PDA

View Full Version : Correct way to store this


Michiel
02-14-2008, 11:52 AM
Hi,

I have a question about how to store my data in a smart way. Let me explain my situation:

I want to be able to create news messages for a website I'm building. A newsmessage will contain general information, like title, message, date etc. and I'm currently storing that as follows:

id#title#message#date

Now I also want to be able to add a category to the news message, in the form of an id number. I planned to simply store this id-number in a seperate field:

id#title#message#date#category

However, I've come to the conclusion that several newsitems can belong to different categories. So I figured to store them as follows: "1,5,6,7,9,67". But then I run into problems with fetching the appropriate newsitems for each category .. Up untill now I have about 500 different categories. And it is likely that the number of categories will expand on a regular basis.

People already pointed me out that this way of storing the data is not smart and is likely to cause problems later on .. but up until now it isn't clear what is the better route to follow.

Can anybody share his/her thoughts on this?

Any help would be greatly appriciated!

Cheers, Michiel

nikos101
02-14-2008, 11:59 AM
You should definitely create a separate table that joins your articles with another table that stores the different types of article. this allows you to have your articles assigned to many Different types.



CREATE TABLE `articleDefs` (
`ArticleID` smallint(5) unsigned NOT NULL,
`TypeID` smallint(5) unsigned NOT NULL,
) ENGINE=MyISAM DEFAULT CHARSET=latin1;

You can then use join statements to retrieve your metadata as you wish.
I hope this helps

Michiel
02-14-2008, 01:25 PM
Ok .. And then I would end up with something like this for example:

ArticleID#TypeID
2#1
2#5
2#6
2#7
2#9
2#67
3#1
3#8
etc.

Excuse me for being novice .. but what would my select statements look like? To get correct news articles based on the category (TypeID) and to get all the categories for a specific article?

Thanks very much so far!

Michiel

nikos101
02-14-2008, 01:35 PM
The easiest is the natural join

$query="SELECT * FROM articles NATURAL JOIN articleDefs NATURAL JOIN articleTypes where typeID= 'your_ID'";


This gives you the flexibility you need. However you are not just Limited to articles types, you could create any other type of metadata table to describe your articles!

nikos101
02-14-2008, 01:39 PM
or this which would be better semantically

$query="SELECT * FROM articles NATURAL JOIN articleDefs NATURAL JOIN articleTypes where articletype = 'your_type'";

which would save you having to remember ids

nikos101
02-14-2008, 01:43 PM
for all categories for an article use

$query="SELECT * FROM articles NATURAL JOIN articleDefs NATURAL JOIN articleTypes where articleID= 'your_ID'";

Michiel
02-14-2008, 01:52 PM
Ok cool! I think I'm starting to understand this method of working. Indeed it seems as a much smarter way of doing this!

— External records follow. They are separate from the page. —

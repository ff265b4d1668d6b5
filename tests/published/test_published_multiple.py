"""Multiple testing against published examples and R.

Evidence grades: A, printed number or other software, reproduced here by separate code; B, printed number recalled
from memory and reproduced; C, regenerated from the formula.
"""

from __future__ import annotations

import numpy as np
import pytest

from soffit.judge.multiplicity import Adjustment, Hurdle, many_tests, single_test_level, t_hurdle

# Benjamini and Hochberg (1995), JRSS B 57, section 4.1. Counts of rejections: evidence B; adjusted: R p.adjust.
BH1995 = [
    0.0001,
    0.0004,
    0.0019,
    0.0095,
    0.0201,
    0.0278,
    0.0298,
    0.0344,
    0.0459,
    0.324,
    0.4262,
    0.5719,
    0.6528,
]
BH1995 += [0.759, 1.0]
# R 4.2.2 stats::p.adjust on these twelve: evidence A.
TWELVE = [0.0007, 0.0031, 0.004, 0.0098, 0.011, 0.0245, 0.031, 0.042, 0.048, 0.09, 0.33, 0.71]

EXPECTED: dict[str, dict[Adjustment, tuple[int, list[float] | None]]] = {
    "BH1995": {
        Adjustment.BONFERRONI: (
            3,
            [0.0015, 0.006, 0.0285, 0.1425, 0.3015, 0.417, 0.447, 0.516, 0.6885, 1, 1, 1, 1, 1, 1],
        ),
        Adjustment.HOLM: (
            3,
            [0.0015, 0.0056, 0.0247, 0.114, 0.2211, 0.278, 0.278, 0.278, 0.3213, 1, 1, 1, 1, 1, 1],
        ),
        Adjustment.HOCHBERG: (
            3,
            [0.0015, 0.0056, 0.0247, 0.114, 0.2211, 0.2682, 0.2682, 0.2752, 0.3213, 1, 1, 1, 1, 1, 1],
        ),
        Adjustment.HOMMEL: (
            3,
            [0.0015, 0.0056, 0.0247, 0.095, 0.1608, 0.1946, 0.2086, 0.2408, 0.3213, 1, 1, 1, 1, 1, 1],
        ),
        Adjustment.BENJAMINI_HOCHBERG: (
            4,
            [
                0.0015,
                0.003,
                0.0095,
                0.035625,
                0.0603,
                0.063857143,
                0.063857143,
                0.0645,
                0.0765,
                0.486,
                0.58118182,
                0.714875,
                0.75323077,
                0.81321429,
                1,
            ],
        ),
        Adjustment.BENJAMINI_YEKUTIELI: (
            3,
            [
                0.0049773435,
                0.009954687,
                0.031523175,
                0.11821191,
                0.20008921,
                0.21189262,
                0.21189262,
                0.21402577,
                0.25384452,
                1,
                1,
                1,
                1,
                1,
                1,
            ],
        ),
    },
    "TWELVE": {
        Adjustment.BONFERRONI: (3, None),
        Adjustment.HOLM: (
            3,
            [0.0084, 0.0341, 0.04, 0.0882, 0.0882, 0.1715, 0.186, 0.21, 0.21, 0.27, 0.66, 0.71],
        ),
        Adjustment.HOCHBERG: (
            3,
            [0.0084, 0.0341, 0.04, 0.088, 0.088, 0.1715, 0.186, 0.192, 0.192, 0.27, 0.66, 0.71],
        ),
        Adjustment.HOMMEL: (
            3,
            [0.0084, 0.031, 0.0366666666667, 0.0768, 0.077, 0.12, 0.124, 0.168, 0.18, 0.27, 0.66, 0.71],
        ),
        Adjustment.BENJAMINI_HOCHBERG: (
            6,
            [0.0084, 0.016, 0.016, 0.0264, 0.0264, 0.049, 0.0531428571429, 0.063, 0.064, 0.108, 0.36, 0.71],
        ),
        Adjustment.BENJAMINI_YEKUTIELI: (
            3,
            [
                0.026066969697,
                0.0496513708514,
                0.0496513708514,
                0.0819247619048,
                0.0819247619048,
                0.152057323232,
                0.164913481756,
                0.195502272727,
                0.198605483405,
                0.335146753247,
                1,
                1,
            ],
        ),
    },
}


@pytest.mark.parametrize("example", ["BH1995", "TWELVE"])
@pytest.mark.parametrize("method", list(Adjustment))
def test_adjusted_pvalues(example: str, method: Adjustment) -> None:
    pvalues, rtol = (BH1995, 1e-7) if example == "BH1995" else (TWELVE, 1e-10)
    found = many_tests(pvalues, level=0.95, methods=[method])
    rejections, adjusted = EXPECTED[example][method]
    assert int(found.rejected(method).sum()) == rejections
    if adjusted is not None:
        np.testing.assert_allclose(found.adjusted[method], adjusted, rtol=rtol)


def test_hurdles_of_many_tests() -> None:
    # Arithmetic; common practice: 20 tests at 5% ask for |t| of 3.02, 300 for 3.76 (normal). Evidence C.
    numbers = [1, 10, 20, 100, 300]
    found = [t_hurdle(number, 0.95) for number in numbers]
    np.testing.assert_allclose(found, [1.96, 2.807, 3.023, 3.481, 3.765], atol=0.0006)
    each = [single_test_level(number, 0.95, Hurdle.SIDAK) for number in numbers]
    np.testing.assert_allclose(each, [0.05, 0.005116197, 0.002561379, 0.000512801, 0.000170962], rtol=1e-5)
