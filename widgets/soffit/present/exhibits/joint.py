"""The joint test: GRS and the Sharpe ratios it compares."""

from __future__ import annotations

import numpy as np
import pandas as pd

from soffit.estimate.statistic import NotApplicable
from soffit.present.spec import (
    Axis,
    AxisScale,
    Bars,
    Column,
    Exhibit,
    FigureSpec,
    NumberForm,
    Orientation,
    Role,
    TableSpec,
)
from soffit.present.wording.numbers import show
from soffit.present.wording.regression import joint_finding
from soffit.present.wording.sample import sample_line
from soffit.study import JointTest, Study

__all__ = ["exhibit", "sharpe_figure", "statistics_table"]


def exhibit(study: Study) -> Exhibit:
    """Build the exhibit of the joint test."""
    test = study.joint_test()
    notes = [test.grs.reason] if isinstance(test.grs, NotApplicable) else []
    return Exhibit(
        key="joint",
        title="Are the alphas jointly zero?",
        sample=sample_line(study),
        finding=joint_finding(test),
        figures=(sharpe_figure(study, test),),
        tables=(statistics_table(study, test),),
        sources=("gibbons-ross-shanken-1989",),
        cautions=("In-sample Sharpe ratios of best combinations overstate what can be earned.",),
        notes=tuple(notes),
    )


def sharpe_figure(study: Study, test: JointTest) -> FigureSpec:
    """Draw the Sharpe ratios of each factor, of the factors together, and with the assets."""
    names = [str(name) for name in test.single_sharpe.index]
    values = [float(value) for value in test.single_sharpe]
    roles = [Role.MUTED] * len(names)
    names.append("factors together")
    values.append(test.factors_sharpe)
    roles.append(Role.FACTORS)
    if not isinstance(test.combined_sharpe, NotApplicable):
        names.append("factors and assets")
        values.append(test.combined_sharpe)
        roles.append(Role.ESTIMATE)
    listed = ", ".join(
        f"{name} {show(value, NumberForm.RATIO)}" for name, value in zip(names, values, strict=True)
    )
    return FigureSpec(
        key="joint-sharpe",
        title="Sharpe ratios in sample",
        x=Axis("Sharpe ratio, a year", NumberForm.RATIO),
        y=Axis("", NumberForm.TEXT, scale=AxisScale.CATEGORY, categories=tuple(names)),
        marks=(
            Bars(
                "sharpe",
                np.arange(len(names), dtype=float),
                np.array(values),
                tuple(names),
                Orientation.HORIZONTAL,
                tuple(roles),
            ),
        ),
        alt=f"Annual Sharpe ratios in sample: {listed}.",
        footnote=f"{sample_line(study)}.",
        aspect=2.0,
    )


def statistics_table(study: Study, test: JointTest) -> TableSpec:
    """Tabulate the joint test statistics with their nulls and distributions."""
    columns = (
        Column("value", "Statistic", NumberForm.STATISTIC),
        Column("distribution", "Distribution", NumberForm.TEXT),
        Column("p", "p", NumberForm.PVALUE),
        Column("null", "Null hypothesis", NumberForm.TEXT),
    )
    grs = test.grs
    if isinstance(grs, NotApplicable):
        row = {"value": np.nan, "distribution": "", "p": np.nan, "null": f"does not exist: {grs.reason}"}
    else:
        row = {"value": grs.value, "distribution": grs.distribution.label, "p": grs.pvalue, "null": grs.null}
    return TableSpec(
        key="joint-statistics",
        title="Joint tests of the alphas",
        columns=columns,
        frame=pd.DataFrame([row], index=["GRS"]),
        index_heading="Test",
        footnote=f"{sample_line(study)}. GRS is exact for normal residuals that are independent over time.",
    )
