"""One builder a result: what a panel displays and what a memo keeps."""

Since we're at the topic, I'm also thinking of adding relationships between the categories. So for example category 1 is related to category 2, 6, 10, 25 etc. I think a similar approach would be appropriate as well. The only difference with the news articles, is that there is a reverse relationship as well. So when I lookup category 6 I want to know that it is related to category 1 as well.

What is a smart way to store this then, without having tons of redundant data?

Thanks for thinking along with me!

Michiel

nikos101
02-14-2008, 03:40 PM
Yes I would keep with the same idea

Michiel
02-14-2008, 03:54 PM
Ok .. I'm now thinking of setting it up as follows:

category#related_category

but then by default I would be storing the same relationship twice:

category#related_category
1#2
1#3
1#5
2#1
3#1
5#1

This doesn't seem to be a good practice, right? Or is it better to rename the columns to category1 and category2 and store once. That means my SELECT query would then become 'WHERE category1 = $id || category2 = $id' ..

Can you advise me on which setup to use?

nikos101
02-14-2008, 04:05 PM
I see what you mean. Its getting complex now :)

If your category data is not huge say < 60 relationships do it as your doing above and try and avoid duplicating rows

1#2
2#1 eg

but if there is going to be a whole load of relationships your going to find it hard to keep track of in one table, and in that case I would define a separate table for each category that only has one column which has the links to the other categories.

Michiel
02-14-2008, 04:18 PM
Well .. I'll have let's say 500 different categories (which may easily double over time, so already thinking about that). As far as the relations go, I estimate each category will have no more that 10 - 20 related categories. So that would result in a table with a maximum of 500 * 20 = 10,000 rows in the current situation (if I strip out the doubles) and 1000*20 = 20,000 rows over time ..

That wouldn't cause problems, would it?